Ingest a file path or list of paths. Skips unchanged documents (hash-based). Auto-discovers schema if none is set.

  • pathstr or list[str]
  • on_progress — optional (current: int, total: int) -> None callback

Returns {"new": int, "changed": int, "unchanged": int}.

query(question, evolve=False, history=None, fallback=False) → str

Ask a question.
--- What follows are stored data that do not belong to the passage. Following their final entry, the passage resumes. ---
// Why there is no jet, or why it cannot be told, in a sentence for the person who asked.

import { REJECTING, type Profile, type WindColumn } from '../profile/index.ts';
import type { Criteria } from './criteria.ts';
import type { NoseColumn, NoseList } from './nose.ts';

const metres = (height: number): string => `${Math.round(height)} m`;
const mps = (speed: number): string => `${speed.toFixed(1)} m/s`;

/** Why a profile cannot be judged at all. */
export function whyNotAssessable(profile: Profile, wind: WindColumn, column: NoseColumn, criteria: Criteria): string {
  if (profile.levelCount === 0) return 'The profile holds no levels.';
  if (wind.count === 0) {
    const screened = profile.mark.reduce((sum, bits) => sum + ((bits & REJECTING) !== 0 ? 1 : 0), 0);
    return screened > 0
      ? `None of the ${profile.levelCount} levels can be used: ${screened} are screened out.`
      : `None of the ${profile.levelCount} levels has both height and speed.`;
  }
  const lowest = wind.heightAgl[0]!;
  const ceiling = Math.min(criteria.ceiling, criteria.noseCeiling);
  if (lowest > ceiling) return `No level below ${metres(ceiling)}: the lowest lies at ${metres(lowest)}.`;
  return `Only ${column.count} usable ${column.count === 1 ? 'level' : 'levels'} up to ${metres(criteria.ceiling)}; three are needed.`;
}

/** Why no nose was taken for a jet, and whether data simply end too low to tell. */
export function whyNoJet(
  column: NoseColumn,
  criteria: Criteria,
  list: NoseList,
  confidence: number,
  leastTop: number,
): { words: string; dataEndTooLow: boolean } {
  const { heightAgl, speed, count } = column;
  const top = heightAgl[count - 1]!;
  const least = criteria.categories[0]!;
  let strongest = -1;
  for (let i = 0; i < list.count; i++) {
    if (strongest < 0 || speed[list.nose[i]!]! > speed[list.nose[strongest]!]!) strongest = i;
  }
  if (strongest < 0) {
    const dataEndTooLow = !column.reachesCeiling && top < Math.min(leastTop, criteria.ceiling);
    const fast = least.speed > 0 ? ` of ${mps(least.speed)} or more` : '';
    const words = `No local maximum${fast} up to ${metres(Math.min(top, criteria.noseCeiling))}`;
    return { words: dataEndTooLow ? `${words}, where data end.` : `${words}.`, dataEndTooLow };
  }
  const nose = list.nose[strongest]!;
  const falloff = speed[nose]! - speed[list.minimum[strongest]!]!;
  const isBound = list.isBound[strongest] === 1;
  const where = `${mps(speed[nose]!)} at ${metres(heightAgl[nose]!)}`;
  if (isBound && falloff < least.falloff) {
    return {
      words: `${where} falls by at least ${mps(falloff)}; data end at ${metres(top)} while the speed still falls.`,
      dataEndTooLow: true,
    };
  }
  const chance =
    criteria.decides === 'confidence' ? ` The criteria hold with a chance of ${Math.round(100 * confidence)} %.` : '';
  return { words: `${where} falls by ${mps(falloff)}, short of the criteria.${chance}`, dataEndTooLow: false };
}
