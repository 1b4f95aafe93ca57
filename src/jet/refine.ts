// The nose between the levels: a parabola through the level and its two neighbours.

/** Height (m) and speed (m/s) of a vertex, or of the level itself where no parabola through it has one. */
export interface Refined {
  readonly height: number;
  readonly speed: number;
}

/**
 * Vertex of the parabola through levels k - 1, k and k + 1, where k is not slower than either. Never further away than the
 * nearer neighbour: across a wide gap a parabola invents a peak. At an edge of the column, or where the three lie on a
 * line, the level itself.
 */
export function refineNose(heightAgl: ArrayLike<number>, speed: ArrayLike<number>, count: number, k: number): Refined {
  const height = heightAgl[k]!;
  const peak = speed[k]!;
  if (k < 1 || k > count - 2) return { height, speed: peak };
  const lower = heightAgl[k - 1]! - height;
  const upper = heightAgl[k + 1]! - height;
  const lowerChange = (speed[k - 1]! - peak) / lower;
  const upperChange = (speed[k + 1]! - peak) / upper;
  const curvature = (upperChange - lowerChange) / (upper - lower);
  if (!(curvature < 0)) return { height, speed: peak };
  const slope = lowerChange - curvature * lower;
  const reach = Math.min(upper, -lower);
  const offset = Math.min(reach, Math.max(-reach, -slope / (2 * curvature)));
  return { height: height + offset, speed: peak + (slope + curvature * offset) * offset };
}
The LLM routes to semantic search, SQL, or both.

  • evolve=True — after answering, check for schema gaps and add detected fields automatically
  • history — list of prior {"role": ..., "content": ...} messages for multi-turn conversation
  • fallback=False — when SQL fails (missing column or no rows), block fallback to semantic search to avoid incomplete answers. Set to True to allow the fallback with an incompleteness warning appended

Use rag.last_history to get the updated history after each call for follow-up questions. Use rag.last_sql to inspect the SQL that was generated (if any).

backfill(on_progress=None) → dict

Extract values for all unpopulated fields from already-stored chunks. Prunes fields that remain entirely NULL after backfill.

  • on_progress — optional (current: int, total: int) -> None callback

Returns {"populated": [field names], "pruned": [field names]}.

add_field(field: MetadataField) → None

Add a new field to the live schema and the SQLite database. Call backfill() afterward to populate it from existing documents.